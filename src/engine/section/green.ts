import { type Point, type Ring, roundCorners, sweepOf } from './rings';

/** Integrals over an area: of 1, y, z, y², z² and yz; m² to m⁴. */
export type AreaMoments = { area: number; y: number; z: number; yy: number; zz: number; yz: number };

// Gauss and Legendre, 8 points on −1 … 1: exact for an edge's polynomials, within 1e-10 for a quarter of a circle.
const GAUSS = [
  [0.1834346424956498, 0.362683783378362],
  [0.525532409916329, 0.3137066458778873],
  [0.7966664774136267, 0.2223810344533745],
  [0.9602898564975363, 0.1012285362903763],
].flatMap(([x = 0, weight = 0]) => [
  { at: (1 - x) / 2, weight: weight / 2 },
  { at: (1 + x) / 2, weight: weight / 2 },
]);

/**
 * The moments of what the rings bound, by Green's theorem: ∬ ∂F/∂z dA = ∮ F dy along every straight edge and rounded
 * corner. An anticlockwise ring counts, a clockwise one is a hole.
 */
export function areaMoments(rings: readonly Ring[]): AreaMoments {
  const sums: AreaMoments = { area: 0, y: 0, z: 0, yy: 0, zz: 0, yz: 0 };
  for (const ring of rings) {
    const corners = roundCorners(ring);
    for (const [index, rounding] of corners.entries()) {
      if (rounding.r > 0) addArc(sums, rounding);
      addEdge(sums, rounding.end, corners[(index + 1) % corners.length]?.start ?? rounding.end);
    }
  }
  return sums;
}

function addEdge(sums: AreaMoments, from: Point, to: Point): void {
  for (const { at, weight } of GAUSS) {
    const z = from.z + at * (to.z - from.z);
    add(sums, z, from.y + at * (to.y - from.y), weight * (to.y - from.y));
  }
}

function addArc(sums: AreaMoments, rounding: ReturnType<typeof roundCorners>[number]): void {
  const { from, turn } = sweepOf(rounding);
  const { centre, r } = rounding;
  for (const { at, weight } of GAUSS) {
    const angle = from + at * turn;
    const z = centre.z + r * Math.cos(angle);
    add(sums, z, centre.y + r * Math.sin(angle), weight * turn * r * Math.cos(angle));
  }
}

function add(sums: AreaMoments, z: number, y: number, dy: number): void {
  sums.area += z * dy;
  sums.y += z * y * dy;
  sums.z += (z ** 2 / 2) * dy;
  sums.yy += z * y ** 2 * dy;
  sums.zz += (z ** 3 / 3) * dy;
  sums.yz += ((z ** 2 * y) / 2) * dy;
}

/** The same of a polygon's part above a level (Sutherland and Hodgman): area, and first moment about y = 0. */
export function above(
  polygons: readonly (readonly Point[])[],
  level: number,
): { area: number; moment: number } {
  let area = 0;
  let moment = 0;
  for (const polygon of polygons) {
    const kept = clip(polygon, level);
    for (const [index, a] of kept.entries()) {
      const b = kept[(index + 1) % kept.length] ?? a;
      const cross = a.z * b.y - b.z * a.y;
      area += cross / 2;
      moment += (cross * (a.y + b.y)) / 6;
    }
  }
  return { area, moment };
}

function clip(polygon: readonly Point[], level: number): Point[] {
  return polygon.flatMap((a, index) => {
    const b = polygon[(index + 1) % polygon.length] ?? a;
    const kept = a.y >= level ? [a] : [];
    if (a.y >= level === b.y >= level) return kept;
    const share = (level - a.y) / (b.y - a.y);
    return [...kept, { z: a.z + share * (b.z - a.z), y: level }];
  });
}

const HALVINGS = 60; // each halves the bracket: below the last bit of the depth

/**
 * Plastic modulus about the level that parts the area in two, m³: the first moment of both halves about it. The level is
 * found by halving.
 */
export function plasticAbove(polygons: readonly (readonly Point[])[]): number {
  const heights = polygons.flatMap((polygon) => polygon.map(({ y }) => y));
  let low = Math.min(...heights);
  let high = Math.max(...heights);
  const whole = above(polygons, low);
  for (let step = 0; step < HALVINGS; step++) {
    const middle = (low + high) / 2;
    if (above(polygons, middle).area > whole.area / 2) low = middle;
    else high = middle;
  }
  const upper = above(polygons, low);
  return 2 * upper.moment - whole.moment - low * (2 * upper.area - whole.area);
}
═══
What to do.
Determine the count of lines that include the word "from" in the listing, and state nothing but that count.

Response below.
6